Usually, PP and ML-BS are congruent, although PP can tend to overestimate support and ML-BS can be underestimating (hence the current arbitrary thresholds for good support, BS > 70, PP > 0.95).
A clear signal will always have PP = 1.0 and ML-BS = 100.
When you have a branch/taxon bipartition, a phylogenetic split, where PP >> ML-BS then it usually a signal issue in your underlying matrix: Either
1) a faint signal, very few sites supporting the split, hence, a higher chance that a BS-replicate eliminated those sites but PP remain high, because they do not resample the underlying data and the signal was lost (in this case no topological alternative receives meaningful support with ML-BS), or
2) actual signal conflict between concatenated gene regions (in this case there are two or more alternative receiving ample/subtractive support). For instance, in the perfect case if you have 20% of segregating sites strictly following a topology A and 80% strictly following a topology B, BS-ML will be split 20:80 for both alternatives but PP ~ 1.0, because if 80% of the segragating sites support topology B, there be a very high probability that B is correct and A wrong (when we infer a tree, we use algorithms that work under the assumption that there is only one single-correct tree that produced the entire data set)

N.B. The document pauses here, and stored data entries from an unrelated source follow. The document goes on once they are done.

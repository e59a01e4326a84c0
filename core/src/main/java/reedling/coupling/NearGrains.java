// SPDX-License-Identifier: Apache-2.0
package reedling.coupling;

import java.util.Arrays;
import reedling.particle.GrainRow;

/**
 * Grains of one chunk that are near a structure and therefore move with it on the fine step, with the force rows that
 * the contacts with structures give them.
 *
 * <p>Threads: written by the task of its chunk only.
 */
final class NearGrains {

    private int from;
    private boolean[] flags = new boolean[0];
    private int[] grains = new int[16];
    private double[] forces = new double[GrainRow.FORCE_LENGTH * 16];
    private int count;

    /** Forgets all grains and takes a range. */
    void open(int firstGrain, int endGrain) {
        from = firstGrain;
        count = 0;
        if (flags.length < endGrain - firstGrain) {
            flags = new boolean[endGrain - firstGrain];
        }
        Arrays.fill(flags, false);
    }

    /** Adds a grain with a clear force row. */
    void add(int grain) {
        if (count == grains.length) {
            grains = Arrays.copyOf(grains, 2 * count);
            forces = Arrays.copyOf(forces, GrainRow.FORCE_LENGTH * grains.length);
        }
        flags[grain - from] = true;
        Arrays.fill(forces, forceAt(count), forceAt(count + 1), 0);
        grains[count++] = grain;
    }

    boolean contains(int grain) {
        return flags[grain - from];
    }

    int count() {
        return count;
    }

    int grain(int near) {
        return grains[near];
    }

    /** Force rows laid out as {@link GrainRow} says, from index 0. */
    double[] forces() {
        return forces;
    }

    static int forceAt(int near) {
        return GrainRow.FORCE_LENGTH * near;
    }
}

To see how your PP and ML-BS relate to each other in total, you can use
a) the bipartition frequency mapping option in RAxML (option -f m; which gives you an x-y plot and computes the Pearson correlation coefficient)
b) investigate the bootstrap replicate sample and Bayesian sample using the consensus network approach implemented in SplitsTree (you can just open the RAxML_bootstrap and .t file, make sure you delete the burnin fraction, with SplitsTree; choose COUNT in the popping up menu to optain edge lengths that are proportionate to the support of the according split; and the updated Phangorn Package for R, https://peerj.com/preprints/2054; see vignettes for guidelines how to use the new network functions)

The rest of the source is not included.